EAST RUTHERFORD, N.J. - Timberwolves veteran guard Kevin Ollie stayed in the starting lineup however briefly Friday night in New Jersey, this time in a daunting attempt to defend Devin Harris, the Nets' suddenly unstoppable point guard.

Acquired last season from Dallas for Jason Kidd in a trade that already looks so decidedly lopsided, Harris is perhaps the quickest player in the league and the reason why the Nets are 10-8.

On the Nets' 3-1 Western road trip he torched Utah's Deron Williams and Phoenix's Steve Nash for 81 points on consecutive nights and was named the Eastern Conference Player of the Week.

Nets coach Lawrence Frank simply has given Harris the ball and told him to create. So Harris, the former Wisconsin Badger who was the fifth player selected in the 2004 draft, dribbles and scores and when that option is denied, he finds one of four shooters who spread the floor or him.

"It's a lot of one-on-one, if you want to get technical," Harris said. "It takes the thinking out of the game.

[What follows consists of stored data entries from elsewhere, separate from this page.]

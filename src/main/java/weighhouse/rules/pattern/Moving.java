package weighhouse.rules.pattern;

import weighhouse.formula.Axis;
import weighhouse.formula.Expr;
import weighhouse.formula.SheetRef;
import weighhouse.formula.Trees;
import weighhouse.workbook.CellAddress;
import weighhouse.workbook.Workbook;

/** Rewrites an expression of one cell so that it means the same in another. */
public final class Moving {
  private final Workbook workbook;
  private final CellAddress from;
  private final CellAddress to;

  private Moving(Workbook workbook, CellAddress from, CellAddress to) {
    this.workbook = workbook;
    this.from = from;
    this.to = to;
  }

  /** The expression of the cell {@code from} as it has to be written in the cell {@code to}. */
  public static Expr move(Expr expression, CellAddress from, CellAddress to, Workbook workbook) {
    return from.equals(to)
        ? expression
        : Trees.map(expression, new Moving(workbook, from, to)::moved);
  }

  private Expr moved(Expr node) {
    if (node instanceof Expr.CellRef cell) {
      return new Expr.CellRef(sheet(cell.sheet()), row(cell.row()), column(cell.column()));
    } else if (node instanceof Expr.AreaRef area) {
      return new Expr.AreaRef(
          sheet(area.sheet()),
          row(area.row1()),
          column(area.column1()),
          row(area.row2()),
          column(area.column2()));
    } else if (node instanceof Expr.ColumnsRef columns) {
      return new Expr.ColumnsRef(
          sheet(columns.sheet()), column(columns.first()), column(columns.last()));
    } else if (node instanceof Expr.RowsRef rows) {
      return new Expr.RowsRef(sheet(rows.sheet()), row(rows.first()), row(rows.last()));
    }
    return node;
  }

  private SheetRef sheet(SheetRef sheet) {
    if (sheet != null) {
      boolean own =
          sheet.workbook() == null
              && sheet.last() == null
              && workbook.sheetIndex(sheet.first()) == to.sheet();
      return own ? null : sheet;
    }
    boolean same = from.sheet() == to.sheet();
    return same ? null : new SheetRef(null, workbook.sheet(from.sheet()).name(), null);
  }

  private Axis row(Axis axis) {
    return axis.absolute() ? axis : new Axis(axis.value() + from.row() - to.row(), false);
  }

  private Axis column(Axis axis) {
    return axis.absolute() ? axis : new Axis(axis.value() + from.column() - to.column(), false);
  }
}
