package weighhouse.rules.pattern;

import java.util.ArrayList;
import java.util.List;
import weighhouse.formula.BinaryOp;
import weighhouse.formula.Expr;
import weighhouse.formula.Trees;
import weighhouse.formula.UnaryOp;

/** Products and sums as written, however their operands are grouped. */
public final class Chains {
  private Chains() {}

  /** One operand of a sum as written; a negative one is subtracted. */
  public record Addend(Expr node, boolean negative) {}

  /** The factors of a product from left to right; of anything else, the node alone. */
  public static List<Factor> factors(Expr node) {
    List<Factor> factors = new ArrayList<>();
    collect(node, false, factors);
    return factors;
  }

  private static void collect(Expr node, boolean inverse, List<Factor> factors) {
    Expr inside = Trees.inside(node);
    if (inside instanceof Expr.Binary binary && isProduct(binary)) {
      collect(binary.left(), inverse, factors);
      collect(binary.right(), inverse ^ (binary.op() == BinaryOp.DIVIDE), factors);
    } else if (inside instanceof Expr.Unary unary && unary.op() == UnaryOp.MINUS) {
      factors.add(new Factor(Factor.SIGN, false));
      collect(unary.operand(), inverse, factors);
    } else if (isProduct(inside)) {
      Trees.children(inside).forEach(part -> collect(part, inverse, factors));
    } else {
      factors.add(new Factor(inside, inverse));
    }
  }

  /** Whether the node multiplies or divides. */
  public static boolean isProduct(Expr node) {
    if (node instanceof Expr.Binary binary) {
      return binary.op() == BinaryOp.MULTIPLY || binary.op() == BinaryOp.DIVIDE;
    }
    return node instanceof Expr.Call call
        && (call.function().equals("PRODUCT") || call.function().equals("SUMPRODUCT"))
        && call.arguments().stream().noneMatch(Chains::isArea);
  }

  private static boolean isArea(Expr node) {
    return node instanceof Expr.AreaRef
        || node instanceof Expr.ColumnsRef
        || node instanceof Expr.RowsRef;
  }

  /** The addends of a sum from left to right; of anything else, the node alone. */
  public static List<Addend> addends(Expr node) {
    List<Addend> addends = new ArrayList<>();
    collectAddends(node, false, addends);
    return addends;
  }

  private static void collectAddends(Expr node, boolean negative, List<Addend> addends) {
    Expr inside = Trees.inside(node);
    if (inside instanceof Expr.Binary binary && binary.op() == BinaryOp.ADD) {
      collectAddends(binary.left(), negative, addends);
      collectAddends(binary.right(), negative, addends);
    } else if (inside instanceof Expr.Binary binary && binary.op() == BinaryOp.SUBTRACT) {
      collectAddends(binary.left(), negative, addends);
      collectAddends(binary.right(), !negative, addends);
    } else if (inside instanceof Expr.Unary unary && unary.op() == UnaryOp.MINUS) {
      collectAddends(unary.operand(), !negative, addends);
    } else {
      addends.add(new Addend(inside, negative));
    }
  }

  /** Whether the node adds or subtracts. */
  public static boolean isSum(Expr node) {
    Expr inside = Trees.inside(node);
    return inside instanceof Expr.Binary binary
        && (binary.op() == BinaryOp.ADD || binary.op() == BinaryOp.SUBTRACT);
  }

  /**
   * The whole product that a node is a factor of; what a quotient is divided by is one of its own.
   */
  @SuppressWarnings("ReferenceEquality") // one very node
  static Expr product(Expr node, FormulaView view) {
    Expr top = node;
    Expr below = node;
    for (Expr up = view.parent(node); up != null; up = view.parent(up)) {
      boolean divisor =
          up instanceof Expr.Binary binary
              && binary.op() == BinaryOp.DIVIDE
              && binary.right() == below;
      if (isProduct(up) && !divisor) {
        top = up;
      } else if (!(up instanceof Expr.Paren)) {
        break;
      }
      below = up;
    }
    return top;
  }

  /** The whole sum that a node is an addend of. */
  static Expr sum(Expr node, FormulaView view) {
    Expr top = node;
    for (Expr up = node; up != null; up = view.parent(up)) {
      if (isSum(up)) {
        top = up;
      } else if (up != node && !(up instanceof Expr.Paren)) {
        break;
      }
    }
    return top;
  }
}
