package weighhouse.rules.pattern;

import weighhouse.formula.Expr;
import weighhouse.formula.Trees;

/** The operand is one number for the whole model: every reference in it is absolute or a name. */
public record FixedCondition() implements Condition {
  @Override
  public boolean holds(Bound bound, Situation situation) {
    return !Trees.contains(bound.operand(), FixedCondition::slides);
  }

  private static boolean slides(Expr node) {
    return node instanceof Expr.CellRef cell
        && !(cell.row().absolute() && cell.column().absolute());
  }
}
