package weighhouse.architecture;

import static com.tngtech.archunit.library.Architectures.layeredArchitecture;
import static com.tngtech.archunit.library.dependencies.SlicesRuleDefinition.slices;

import com.tngtech.archunit.core.importer.ImportOption.DoNotIncludeTests;
import com.tngtech.archunit.junit.AnalyzeClasses;
import com.tngtech.archunit.junit.ArchTest;
import com.tngtech.archunit.lang.ArchRule;

/** Data flows one way through the packages; so do their dependencies. */
@AnalyzeClasses(packages = "weighhouse", importOptions = DoNotIncludeTests.class)
class PackageDirectionsTest {

  @ArchTest
  static final ArchRule DEPENDENCIES_POINT_ONE_WAY =
      layeredArchitecture()
          .consideringOnlyDependenciesInLayers()
          .withOptionalLayers(true)
          .layer("workbook")
          .definedBy("weighhouse.workbook..")
          .layer("formula")
          .definedBy("weighhouse.formula..")
          .layer("effect")
          .definedBy("weighhouse.effect..")
          .layer("quantity")
          .definedBy("weighhouse.quantity..")
          .layer("recalculate")
          .definedBy("weighhouse.recalculate..")
          .layer("rules")
          .definedBy("weighhouse.rules..")
          .layer("audit")
          .definedBy("weighhouse.audit..")
          .layer("report")
          .definedBy("weighhouse.report..")
          .layer("cli")
          .definedBy("weighhouse.cli..")
          .whereLayer("workbook")
          .mayNotAccessAnyLayer()
          .whereLayer("formula")
          .mayOnlyAccessLayers("workbook")
          .whereLayer("effect")
          .mayNotAccessAnyLayer()
          .whereLayer("quantity")
          .mayOnlyAccessLayers("workbook", "formula", "effect")
          .whereLayer("recalculate")
          .mayOnlyAccessLayers("workbook", "formula", "effect")
          .whereLayer("rules")
          .mayOnlyAccessLayers("workbook", "formula", "effect", "quantity", "recalculate")
          .whereLayer("audit")
          .mayOnlyAccessLayers("workbook", "formula", "effect", "quantity", "recalculate", "rules")
          .whereLayer("report")
          .mayOnlyAccessLayers("workbook", "formula", "effect", "quantity", "audit")
          .whereLayer("cli")
          .mayOnlyAccessLayers("workbook", "quantity", "rules", "audit", "report");

  @ArchTest
  static final ArchRule NO_TWO_PACKAGES_NEED_EACH_OTHER =
      slices().matching("weighhouse.(**)").should().beFreeOfCycles();
}
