package weighhouse.rules.pattern;

import java.util.Set;
import weighhouse.quantity.Kind;

/** One at least of the factors taken together is of these kinds. */
public record IncludesCondition(Set<Kind> kinds) implements Condition {
  @Override
  public boolean holds(Bound bound, Situation situation) {
    return bound.quantities().stream().anyMatch(quantity -> kinds.contains(quantity.kind()));
  }
}
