package weighhouse.rules.pattern;

import java.util.List;
import weighhouse.formula.Expr;

/**
 * The part of a formula that a correction replaces.
 *
 * @param node the whole product or sum
 * @param kept factors that have nothing to do with the operands and stay
 * @param dropped whether the correction takes the place of a product's factors (else of addends)
 */
record Site(Expr node, List<Factor> kept, boolean dropped) {}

You just make the reads, whether it's geting to the basket, shooting the pull-up or, if they suck it in, making the pass."

Ollie lasted just two minutes before drawing two quick fouls, and Wolves coach Randy Wittman summoned Sebastian Telfair.

"I think he's our better matchup on Harris," Wittman said of Ollie before the game. "Contain, contain, contain is the No. 1 topic. You have to contain or you're hoping and praying they [the Nets' shooters] aren't knocking down threes."

Not Miller time Wolves veteran Mike Miller tested his sprained right ankle in an early workout before Friday's game and was put on the night' s inactive list when he and the team's training staff deemed that ankle too tender on which to play.

"If it was up to me, I'd be playing tonight," he said. "At the same time, I've got to be smart. We have 82 games. I got to be ready for all those. I only did in two days ago, so I can't expect it to be where I want it to be. Whenever I come back, tonight or tomorrow or Tuesday, it's not going to be 100 percent, either. But they pay us to play basketball."

Etc. • With Miller unavailable, rookie Kevin Love returned to the starting lineup for the first time since a Nov. 15 game against Portland. He had collected double-double games in two of the past three but was nearly invisible in the first half Friday before awakening after intermission to provide an emphatic one-handed slam dunk and his long outlet pass of the season, a 70-foot strike to Ryan Gomes for a layup.

• Friday night's game ended a three-game Eastern trip that Wittman began by flying from Minneapolis to Indiana to watch his son, Ryan, play for Cornell against the Hoosiers, Wittman's alma mater, and ended with him back home today to watch Ryan and Cornell play the Gophers at Williams Arena.